*** TASK DATA ***

/**
 * Turning a recommendation into an analysis plan (pure: no clock, no files). The study labels
 * come from the fixed interview answers (unit, outcome, outcome_unit, first_label, second_label);
 * the data mapping, when none is given, is a default derived from the procedure's layout with
 * column names made from the labels, for the user to edit.
 *
 * Example: a bakery compares crust moisture of loaves baked in "Oven A" and "Oven B", each loaf
 * split in two (paired, paired t). The default mapping is
 *   { layout: wide, id: id, first: oven_a, second: oven_b, pairBy: id }.
 */
import { InputError } from '../errors.js';
import type { Answers, Recommendation } from '../engine/types.js';
import type { ProcedureId } from '../stats/types.js';
import { VERSION } from '../version.js';
import { PROCEDURES } from './procedures.js';
import { PLAN_FORMAT, type Plan } from './types.js';

export type PlanData = Plan['data'];

export interface PlanOptions {
  title?: string;
  /** A data mapping to use instead of the default (e.g. from an answers file's `data:` block). */
  data?: PlanData;
  /** When the plan was written (ISO 8601); left out when not given, to keep this function pure. */
  created?: string;
}

/** A column name from a label: lower case, letters and digits joined by underscores. */
export function slugify(label: string, fallback: string): string {
  const s = label
    .normalize('NFKD')
    .replace(/[\u0300-\u036f]/g, '')
    .toLowerCase()
    .replace(/[^a-z0-9]+/g, '_')
    .replace(/^_+|_+$/g, '');
  return s || fallback;
}

function text(answers: Answers, id: string): string | undefined {
  const v = answers[id];
  if (v === undefined || v === null) return undefined;
  const s = String(v).trim();
  return s === '' ? undefined : s;
}

/** The default data mapping for a procedure, with column names derived from the labels. */
export function defaultDataMapping(procedure: ProcedureId, study: Plan['study']): PlanData {
  let first = slugify(study.first, 'first');
  let second = slugify(study.second, 'second');
  if (first === second) {
    first = `${first}_1`;
    second = `${second}_2`;
  }
  const id = [first, second].includes('id') ? 'unit_id' : 'id';
  const layout = PROCEDURES[procedure].layouts[0];
  switch (layout) {
    case 'crossover':
      return {
        layout: 'crossover',
        id,
        sequence: 'sequence',
        firstThenSecond: `${first}-first`,
        secondThenFirst: `${second}-first`,
        period1: 'period_1',
        period2: 'period_2',
      };
    case 'groups': {
      const value = slugify(study.outcome, 'value');
      return { layout: 'groups', group: value === 'group' ? 'condition' : 'group', value, firstLevel: study.first, secondLevel: study.second };
    }
    default:
      return { layout: 'wide', id, first, second, pairBy: 'id' };
  }
}

/**
 * The plan for a recommendation. Throws InputError when the design is outside a two-condition
 * comparison (there is no procedure to plan).
 */
export function planFromRecommendation(rec: Recommendation, opts: PlanOptions = {}): Plan {
  const id = rec.procedure.id;
  if (rec.design.family === 'other' || id === null) {
    const instead = rec.design.instead ? ` ${rec.design.instead}` : '';
    throw new InputError(`no plan can be written: ${rec.design.label} is outside a two-condition comparison.${instead}`);
  }
  const a = rec.answers;
  const outcomeUnit = text(a, 'outcome_unit');
  const facts = PROCEDURES[id];
  const study: Plan['study'] = {
    unit: text(a, 'unit') ?? 'unit',
    outcome: text(a, 'outcome') ?? 'outcome',
    ...(outcomeUnit ? { outcomeUnit } : {}),
    first: text(a, 'first_label') ?? 'first condition',
    second: text(a, 'second_label') ?? 'second condition',
    // Binary outcomes: the result that counts as the event, when the interview named it (without
    // it the data layer recognises 0/1, yes/no and true/false, and asks otherwise).
    ...(facts.binary && text(a, 'event') ? { event: text(a, 'event') } : {}),
  };
  // A margin given by the recommendation is kept whatever the procedure (binary procedures judge
  // equivalence by their interval); an equivalence procedure may also take it from the answers.
  const margin = rec.procedure.margin ?? (facts.equivalence ? numberAnswer(a, 'margin') : undefined);
  const plan: Plan = {
    format: PLAN_FORMAT,
    title: opts.title?.trim() || `${study.first} versus ${study.second}: ${study.outcome}`,
    createdBy: `tandem ${VERSION}`,
    ...(opts.created ? { created: opts.created } : {}),
    study,
    design: { family: rec.design.family, kind: rec.design.kind, reasons: [...rec.design.reasons] },
    difference: rec.difference,
    procedure: {
      id,
      alternative: rec.procedure.alternative,
      confidence: rec.procedure.confidence ?? 0.95,
      nullValue: 0,
      ...(margin !== undefined ? { margin } : {}),
    },
    sensitivity: rec.procedure.fallback ? { id: rec.procedure.fallback, why: rec.procedure.fallbackWhy ?? '' } : null,
    hypotheses: { ...rec.hypotheses },
    data: opts.data ? structuredClone(opts.data) : defaultDataMapping(id, study),
    missingPolicy: rec.design.family === 'paired' ? 'drop-incomplete-pairs' : 'drop-missing-values',
    conditions: rec.conditions.map((c) => ({ id: c.id, text: c.text, check: c.check, ...(c.basis !== undefined ? { basis: c.basis } : {}) })),
    scope: { causal: rec.scope.causal, generalize: rec.scope.generalize, text: rec.scope.text },
    warnings: [...rec.warnings],
    cautions: [...rec.cautions],
    answers: { ...a },
  };
  return plan;
}

function numberAnswer(a: Answers, id: string): number | undefined {
  const v = a[id];
  if (typeof v === 'number') return v;
  if (typeof v === 'string' && v.trim() !== '' && Number.isFinite(Number(v))) return Number(v);
  return undefined;
}
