/**
 * A plan in words: a one-line summary for `tandem plan check`, and a short description for
 * `tandem plan show`. Plain text (no colours); the commands decide where it goes.
 */
import { procedureName } from './procedures.js';
import type { DataMapping, Plan } from './types.js';

function pct(confidence: number): string {
  return `${Number((confidence * 100).toPrecision(6))}%`;
}

/** e.g. "paired design (repeated-measures); paired-t, two-sided, 95% interval; sensitivity: signed-rank; data: wide" */
export function planSummary(plan: Plan): string {
  const p = plan.procedure;
  const margin = p.margin !== undefined ? `, margin ${p.margin}` : '';
  const sens = plan.sensitivity ? plan.sensitivity.id : 'none';
  return `${plan.design.family} design (${plan.design.kind}); ${p.id}, ${p.alternative}, ${pct(p.confidence)} interval${margin}; sensitivity: ${sens}; data: ${plan.data.layout}`;
}

/** Where each value is read from, in words. */
export function describeData(d: DataMapping): string {
  switch (d.layout) {
    case 'wide':
      return `one row per unit; first condition in column '${d.first}', second in '${d.second}'; ${d.pairBy === 'id' ? `each row's unit named in column '${d.id ?? '?'}'` : 'each row is one unit (no id column)'}`;
    case 'long':
      return `one row per measurement; unit in column '${d.id}', condition in '${d.condition}' ('${d.firstLevel}' or '${d.secondLevel}'), value in '${d.value}'`;
    case 'groups':
      return `one row per unit; group in column '${d.group}' ('${d.firstLevel}' or '${d.secondLevel}'), value in '${d.value}'`;
    case 'columns':
      return `one column per group: '${d.first}' and '${d.second}' (lengths may differ)`;
    case 'crossover':
      return `one row per unit; sequence in column '${d.sequence}' ('${d.firstThenSecond}': first condition in period 1, '${d.secondThenFirst}': second condition in period 1), values in '${d.period1}' and '${d.period2}'${d.id ? `, unit in '${d.id}'` : ''}`;
  }
}

/** The plan as a short report in words (for `tandem plan show`). */
export function describePlan(plan: Plan): string {
  const s = plan.study;
  const p = plan.procedure;
  const lines: string[] = [
    plan.title,
    '',
    `Study: ${s.outcome}${s.outcomeUnit ? ` (${s.outcomeUnit})` : ''} on each ${s.unit}, ${s.first} versus ${s.second}${s.event ? `; event value '${s.event}'` : ''}`,
    `Design: ${plan.design.family} (${plan.design.kind})`,
    ...plan.design.reasons.map((r) => `  - ${r}`),
    `Direction: ${plan.difference}`,
    `Procedure: ${procedureName(p.id)} [${p.id}], ${p.alternative}, ${pct(p.confidence)} interval, null value ${p.nullValue}${p.margin !== undefined ? `, equivalence margin ${p.margin}` : ''}`,
    `Sensitivity (declared now): ${plan.sensitivity ? `${procedureName(plan.sensitivity.id)} [${plan.sensitivity.id}]${plan.sensitivity.why ? `: ${plan.sensitivity.why}` : ''}` : 'none'}`,
    `Null hypothesis: ${plan.hypotheses.nullSymbols} (${plan.hypotheses.nullWords})`,
    `Alternative hypothesis: ${plan.hypotheses.alternativeSymbols} (${plan.hypotheses.alternativeWords})`,
    `Data: ${describeData(plan.data)}`,
    `Missing values: ${plan.missingPolicy === 'drop-incomplete-pairs' ? 'a pair with a missing member is dropped whole and counted' : 'missing values are dropped and counted'}`,
    `May claim: ${plan.scope.text}`,
  ];
  if (plan.conditions.length) lines.push('Conditions to check:', ...plan.conditions.map((c) => `  - ${c.text} (check: ${c.check})${c.basis ? ` [${c.basis}]` : ''}`));
  if (plan.warnings.length) lines.push('Warnings:', ...plan.warnings.map((w) => `  - ${w}`));
  if (plan.cautions.length) lines.push('Cautions:', ...plan.cautions.map((c) => `  - ${c}`));
  return lines.join('\n') + '\n';
}
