/**
 * Prints one plain closing line, "tests: N passed, N failed, N skipped", after vitest's own
 * summary, so that CI logs and scripts can read the outcome without parsing vitest's layout.
 */
import type { Reporter, TestModule } from 'vitest/node';

export default class SummaryReporter implements Reporter {
  onTestRunEnd(testModules: ReadonlyArray<TestModule>): void {
    let passed = 0;
    let failed = 0;
    let skipped = 0;
    for (const m of testModules) {
      for (const t of m.children.allTests()) {
        const s = t.result().state;
        if (s === 'passed') passed++;
        else if (s === 'failed') failed++;
        else skipped++;
      }
      if (m.state() === 'failed' && [...m.children.allTests()].length === 0) failed++;
    }
    process.stdout.write(`\ntests: ${passed} passed, ${failed} failed, ${skipped} skipped\n`);
  }
}
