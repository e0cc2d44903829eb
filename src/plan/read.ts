/**
 * Reading a plan file: YAML with positions, the format version first (a plan from a newer tandem
 * gets one clear message rather than a page of schema errors), then the committed JSON Schema,
 * then the checks the schema cannot express (src/plan/semantic.ts). Every problem carries the
 * file, line and column; all of a file's problems are reported together.
 */
import { readFileSync } from 'node:fs';
import { readFile } from 'node:fs/promises';
import { join } from 'node:path';
import { InputError } from '../errors.js';
import { schemasDir } from '../paths.js';
import type { Problem } from '../problems.js';
import { VERSION } from '../version.js';
import { loadYaml, positionOf, type LoadedYaml } from '../yaml/load.js';
import { compileSchema, validateLoaded } from '../yaml/validate.js';
import { semanticFindings } from './semantic.js';
import { PLAN_FORMAT, type Plan } from './types.js';
import { normalizePlan, PLAN_SCHEMA_FILE } from './write.js';

let schema: object | undefined;

/** The committed schema, schemas/plan-v1.schema.json (the same file editors use). */
export function planSchema(): object {
  schema ??= JSON.parse(readFileSync(join(schemasDir(), PLAN_SCHEMA_FILE), 'utf8')) as object;
  return schema;
}

export interface PlanCheck {
  /** The plan when there are no problems, else null. */
  plan: Plan | null;
  problems: Problem[];
}

/** Every problem of a plan's text, with positions; the plan itself when there are none. */
export function checkPlanText(text: string, file: string): PlanCheck {
  const loaded = loadYaml(text, file);
  if (loaded.problems.length) return { plan: null, problems: loaded.problems };
  const v = loaded.value;
  const at = (path: (string | number)[], key = false): { line: number; col: number } => positionOf(loaded, path, { key });
  if (v === null || v === undefined) {
    return { plan: null, problems: [{ code: 'missing-key', file, line: 1, col: 1, message: 'the plan file is empty', hint: `a plan starts with 'format: ${PLAN_FORMAT}'` }] };
  }
  if (typeof v !== 'object' || Array.isArray(v)) {
    return { plan: null, problems: [{ code: 'wrong-type', file, ...at([]), message: `a plan is a mapping of keys (format, title, study, ...), not ${Array.isArray(v) ? 'a list' : 'a single value'}` }] };
  }
  const version = formatProblem((v as Record<string, unknown>).format, loaded);
  if (version) return { plan: null, problems: [version] };

  const schemaProblems = validateLoaded(loaded, planSchema());
  if (schemaProblems.length) return { plan: null, problems: sortProblems(schemaProblems) };

  const plan = v as Plan;
  const problems = semanticFindings(plan).map((f): Problem => ({ code: f.code, file, ...at(f.path, f.code === 'unknown-key'), message: f.message, ...(f.hint ? { hint: f.hint } : {}) }));
  return problems.length ? { plan: null, problems: sortProblems(problems) } : { plan, problems: [] };
}

/** The format line: ours in version 1, or one clear message (newer version, or not a plan). */
function formatProblem(format: unknown, loaded: LoadedYaml): Problem | null {
  if (format === undefined || format === PLAN_FORMAT) return null; // a missing key is the schema's to report
  const pos = positionOf(loaded, ['format']);
  const base = { code: 'format-version' as const, file: loaded.file, line: pos.line, col: pos.col };
  const m = typeof format === 'string' ? /^tandem-plan\/(\d+)$/.exec(format.trim()) : null;
  if (m && Number(m[1]) > 1) {
    return { ...base, message: `this plan is in format ${format}, written by a newer tandem; tandem ${VERSION} reads ${PLAN_FORMAT}`, hint: 'upgrade tandem to read it' };
  }
  if (m) return { ...base, message: `unknown plan format version '${format}'`, hint: `expected ${PLAN_FORMAT}` };
  return { ...base, message: `not a tandem plan: format is ${JSON.stringify(format)}`, hint: `a plan file's format line is 'format: ${PLAN_FORMAT}'` };
}

function sortProblems(ps: Problem[]): Problem[] {
  return [...ps].sort((a, b) => (a.line ?? 0) - (b.line ?? 0) || (a.col ?? 0) - (b.col ?? 0));
}

/** The plan in `text`, or InputError with every problem positioned. */
export function parsePlanText(text: string, file: string): Plan {
  const { plan, problems } = checkPlanText(text, file);
  if (!plan) throw new InputError(`${file} is not a valid ${PLAN_FORMAT} plan (${count(problems.length)})`, problems);
  return plan;
}

/** The plan's file text; a missing or unreadable file is an InputError that says which. */
export async function readPlanSource(path: string): Promise<string> {
  try {
    return await readFile(path, 'utf8');
  } catch (err) {
    const code = (err as NodeJS.ErrnoException).code;
    const why = code === 'ENOENT' ? 'no such file' : code === 'EISDIR' ? 'it is a folder' : code === 'EACCES' ? 'permission denied' : (err as Error).message;
    throw new InputError(`cannot read plan ${path}: ${why}`);
  }
}

/** Reads and checks a plan file; used by analyze, size and audit. */
export async function readPlan(path: string): Promise<Plan> {
  return parsePlanText(await readPlanSource(path), path);
}

/**
 * Problems of a plan built in memory (before it is written): the schema and the semantic checks,
 * as messages naming the path (there is no text to point into).
 */
export function checkPlanObject(plan: Plan): string[] {
  const value = JSON.parse(JSON.stringify(normalizePlan(plan))) as unknown;
  const validate = compileSchema(planSchema());
  if (!validate(value)) {
    return (validate.errors ?? [])
      .filter((e) => e.keyword !== 'if')
      .map((e) => `${e.instancePath.slice(1).replace(/\//g, '.') || '(top level)'} ${e.message ?? 'is invalid'}${e.keyword === 'additionalProperties' ? `: '${String((e.params as Record<string, unknown>).additionalProperty)}'` : ''}`);
  }
  return semanticFindings(plan).map((f) => `${f.path.join('.')}: ${f.message}${f.hint ? ` (${f.hint})` : ''}`);
}

function count(n: number): string {
  return `${n} problem${n === 1 ? '' : 's'}`;
}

*** End of TASK DATA ***

» YOUR INSTRUCTIONS
Filter the entries above and keep only the lines with the word "PlanCheck".

» ANSWER TO THE EXERCISE
export interface PlanCheck {
export function checkPlanText(text: string, file: string): PlanCheck {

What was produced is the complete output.